Era Lo, semplicemente Lo al mattino, ritta nel suo metro e quarantasette con un calzino solo. Era Lola in pantaloni. Era Dolly a scuola. Era Dolores sulla linea tratteggiata dei documenti. Ma tra le mie braccia era sempre Lolita.
Una sua simile l’aveva preceduta? Ah sì, certo che sì! E in verità non ci sarebbe stata forse nessuna Lolita se un’estate, in un principato sul mare, io non avessi amato una certa iniziale fanciulla. Oh, quando? Tanti anni prima della nascita di Lolita quanti erano quelli che avevo io quell’estate.
Potete sempre contare su un assassino per una prosa ornata. Signori della giuria, il reperto numero uno è ciò che invidiarono i serafini, i male informati, ingenui serafini dalle nobili ali. Guardate questo intrico di spine. – Lolita (incipit), Vladimir Nabokov, 1955.

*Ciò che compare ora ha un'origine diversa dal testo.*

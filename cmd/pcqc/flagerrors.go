package main

import (
	"errors"
	"flag"
	"fmt"
	"sort"
	"strconv"
	"strings"

	"pcqc/analysis"
	"pcqc/analysis/intake"
)

// pcqc's own flag errors. The flag package's messages ("flag provided but
// not defined: -nosuch", `invalid value "abc" for flag -seed: parse
// error`) name the flag with one dash, give no allowed values and no way
// forward. checkFlags walks the arguments the way the flag package will,
// before it does, and refuses the first flag it would refuse with one
// sentence naming the flag, what it takes and, for an unknown flag, the
// known flag closest to it.

// flagValues says what each flag takes, for the messages. Flags not listed
// are described by their type.
var flagValues = map[string]string{
	"out":           "a folder",
	"id":            "a column name",
	"group":         "a column name",
	"columns":       "column names, comma-separated",
	"drop":          "column names, comma-separated",
	"exclude":       "sample ids, comma-separated",
	"exclude-file":  "a file",
	"missing":       "one of fail, drop, mean",
	"censored":      "one of " + joinNames(intake.CensorPolicies),
	"delim":         "one of auto, ',', ';', tab",
	"decimal":       "one of point, comma",
	"encoding":      "one of utf-8, latin1, cp1252",
	"skip":          "a whole number of lines, 0 or more",
	"comment":       "one character, such as #",
	"thousands":     "one of ',', '.', space, \"'\"",
	"transform":     "one of " + joinNames(intake.Transforms),
	"scale":         "one of " + joinNames(analysis.Scalings),
	"claimed-scale": "one of " + joinNames(analysis.Scalings),
	"components":    "N, auto, parallel, broken-stick, cv, kaiser or variance:F",
	"permutations":  "a whole number, 0 or more",
	"bootstrap":     "a whole number, 0 or more",
	"seed":          "a whole number from 0 to 18446744073709551615",
	"threads":       "a whole number, 0 for all cores",
	"fail-on":       "one of fail, warn, never",
	"format":        "md, pdf, html (comma-separated) or none",
	"title":         "a text",
	"author":        "a text",
	"date":          "a date, YYYY-MM-DD",
	"loadings":      "a file",
	"scores":        "a file",
	"variance":      "a file",
}

func joinNames[T ~string](names []T) string {
	s := make([]string, len(names))
	for i, n := range names {
		s[i] = string(n)
	}
	return strings.Join(s, ", ")
}

// flagKind is what a flag's value must parse as.
type flagKind int

const (
	kindString flagKind = iota
	kindBool
	kindInt
	kindUint
)

func kindOf(fl *flag.Flag) flagKind {
	if b, ok := fl.Value.(interface{ IsBoolFlag() bool }); ok && b.IsBoolFlag() {
		return kindBool
	}
	if g, ok := fl.Value.(flag.Getter); ok {
		switch g.Get().(type) {
		case int, int64:
			return kindInt
		case uint, uint64:
			return kindUint
		}
	}
	return kindString
}

// wants says what the flag takes, in words.
func wants(fl *flag.Flag) string {
	if s, ok := flagValues[fl.Name]; ok {
		return s
	}
	switch kindOf(fl) {
	case kindBool:
		return "no value, or true or false"
	case kindInt:
		return "a whole number"
	case kindUint:
		return "a whole number, 0 or more"
	}
	return "a value"
}

// checkFlags returns pcqc's message for the first flag in args that the
// flag package would refuse, or nil. It follows the package's rules: a
// flag is -name or --name, with its value after = or, except for on/off
// flags, as the next argument; anything else is a positional argument
// (parseArgs lets flags and positional arguments mix); -h and -help ask
// for help.
func checkFlags(fs *flag.FlagSet, args []string) error {
	for i := 0; i < len(args); i++ {
		s := args[i]
		if len(s) < 2 || s[0] != '-' {
			continue
		}
		name := strings.TrimPrefix(s[1:], "-")
		if name == "" && s == "--" {
			return nil // the rest is positional
		}
		if name == "" || name[0] == '-' || name[0] == '=' {
			return usagef("malformed flag %q: write --name or --name=value", s)
		}
		value, hasValue := "", false
		if eq := strings.IndexByte(name, '='); eq >= 0 {
			name, value, hasValue = name[:eq], name[eq+1:], true
		}
		fl := fs.Lookup(name)
		if fl == nil {
			if name == "h" || name == "help" {
				return nil // the flag package reports flag.ErrHelp
			}
			return unknownFlag(fs, name)
		}
		kind := kindOf(fl)
		if kind == kindBool {
			if hasValue {
				if _, err := strconv.ParseBool(value); err != nil {
					return usagef("invalid --%s=%s: --%s is on or off; write --%s, or --%s=false", name, value, name, name, name)
				}
			}
			continue
		}
		if !hasValue {
			if i+1 >= len(args) {
				return usagef("--%s needs a value: %s", name, wants(fl))
			}
			i++
			value = args[i]
		}
		if ok, why := checkValue(kind, value); !ok {
			return usagef("invalid --%s %q: %s--%s takes %s", name, value, why, name, wants(fl))
		}
	}
	return nil
}

// checkValue reports whether value is a number of the kind, and if not,
// why when the reason is not plain ("too large; "). The bases are the flag
// package's: decimal, or 0x, 0o, 0b prefixed.
func checkValue(kind flagKind, value string) (ok bool, why string) {
	var err error
	switch kind {
	case kindInt:
		_, err = strconv.ParseInt(value, 0, strconv.IntSize)
	case kindUint:
		if strings.HasPrefix(strings.TrimSpace(value), "-") {
			return false, "negative; "
		}
		_, err = strconv.ParseUint(value, 0, 64)
	}
	if errors.Is(err, strconv.ErrRange) {
		return false, "too large; "
	}
	return err == nil, ""
}

// unknownFlag names the unknown flag and the command's closest flag.
func unknownFlag(fs *flag.FlagSet, name string) error {
	cmd := fs.Name()
	var names []string
	fs.VisitAll(func(fl *flag.Flag) { names = append(names, fl.Name) })
	if len(names) == 0 {
		return usagef("unknown flag --%s: %s takes no flags", name, cmd)
	}
	if near := closest(name, names); near != "" {
		return usagef("unknown flag --%s; did you mean --%s? See 'pcqc help %s' for its flags", name, near, cmd)
	}
	return usagef("unknown flag --%s; see 'pcqc help %s' for its flags", name, cmd)
}

// closest returns the known name nearest to name, or "" when none is near
// enough to be a likely slip: within an edit distance of a third of the
// longer name (at least 1; letter case and _ for - count nothing), or the
// only known name that the given one begins (at least 3 letters).
func closest(name string, known []string) string {
	key := func(s string) string { return strings.ReplaceAll(strings.ToLower(s), "_", "-") }
	k := key(name)
	sorted := append([]string(nil), known...)
	sort.Strings(sorted)
	best, bestDist := "", -1
	var prefixed []string
	for _, n := range sorted {
		if len(k) >= 3 && strings.HasPrefix(n, k) {
			prefixed = append(prefixed, n)
		}
		d := editDistance(k, key(n))
		if bestDist < 0 || d < bestDist {
			best, bestDist = n, d
		}
	}
	if bestDist >= 0 && bestDist <= max(1, max(len(k), len(best))/3) {
		return best
	}
	if len(prefixed) == 1 {
		return prefixed[0]
	}
	return ""
}

// editDistance is the optimal-string-alignment distance between a and b,
// counted in runes: the fewest insertions, deletions, substitutions and
// swaps of two neighbours that turn one into the other. Swaps count once
// because they are the commonest slip of the fingers ("hlep").
func editDistance(a, b string) int {
	ra, rb := []rune(a), []rune(b)
	d := make([][]int, len(ra)+1)
	for i := range d {
		d[i] = make([]int, len(rb)+1)
		d[i][0] = i
	}
	for j := range d[0] {
		d[0][j] = j
	}
	for i := 1; i <= len(ra); i++ {
		for j := 1; j <= len(rb); j++ {
			cost := 1
			if ra[i-1] == rb[j-1] {
				cost = 0
			}
			d[i][j] = min(d[i-1][j]+1, d[i][j-1]+1, d[i-1][j-1]+cost)
			if i > 1 && j > 1 && ra[i-1] == rb[j-2] && ra[i-2] == rb[j-1] {
				d[i][j] = min(d[i][j], d[i-2][j-2]+1)
			}
		}
	}
	return d[len(ra)][len(rb)]
}

// commandNames lists the commands, for messages.
func commandNames() []string {
	names := make([]string, len(commands))
	for i, c := range commands {
		names[i] = c.name
	}
	return names
}

// unknownCommand names the closest command, or lists them all.
func unknownCommand(name string) error {
	if near := closest(name, commandNames()); near != "" {
		return usagef("unknown command %q; did you mean %s? Run 'pcqc help' for the list", name, near)
	}
	return usagef("unknown command %q; the commands are %s", name, strings.Join(commandNames(), ", "))
}

// flagError is the fallback for a refusal checkFlags did not foresee: the
// flag package's own words, with its one-dash spelling made pcqc's.
func flagError(err error) error {
	return usagef("%s", strings.Replace(fmt.Sprint(err), " -", " --", 1))
}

Lolita. Uno dei più controversi e gloriosi romanzi di tutti i tempi, rivoltante nella sua bellezza, ambizioso nella sua sfida verso ogni decenza sociale, devastante nella sua disperata umanità. Scritto da Vladimir Nabokov e pubblicato nel 1955, da quasi settant’anni esso ha contribuito ad affascinare e plasmare la cultura mondiale: tutti ormai, indipendentemente dal grado di istruzione o dagli interessi, anche senza aver mai messo le mani su una sua copia o visto uno dei suoi adattamenti cinematografici, ne conoscono a grandi linee, quasi in modo innato, la storia: Lolita, la ninfetta. Lolita, l’irriverente diavoletto seduttore. Lolita, la ragazzina provocante da cui il povero professor Humbert Humbert, di almeno il triplo dei suoi anni, non può far a meno di rimanere ossessionato, sino a commettere gli atti più folli e scandalosi pur di poterla avere tutta per sé.
L’immagine di Lolita come ragazzina già pervasa, sin dall’estrema giovinezza, di un erotismo lascivo e incontenibile – forse ancora più perverso di quello dello stesso professore il quale, coltissimo e accademicamente stimato qual era, proprio non riuscirà a resistere alla sua giovane tentatrice, condannando così di fatto la propria vita a un rovinosissimo declino che culminerà in tragedia – ha creato un vero e proprio mito estetico universale sin da quando The Olympia Press pubblicò per la prima volta il romanzo nel ’55: da quel momento in avanti, non solo Lolita è sempre rimasto nella classifica dei libri più letti al mondo, ma diverse correnti di moda e subculture di ogni genere hanno eletto la figura della sua protagonista a icona di stile e modello di sensualità, rendendola immortale nell’immaginario collettivo come incarnazione della fantasia maschile per eccellenza.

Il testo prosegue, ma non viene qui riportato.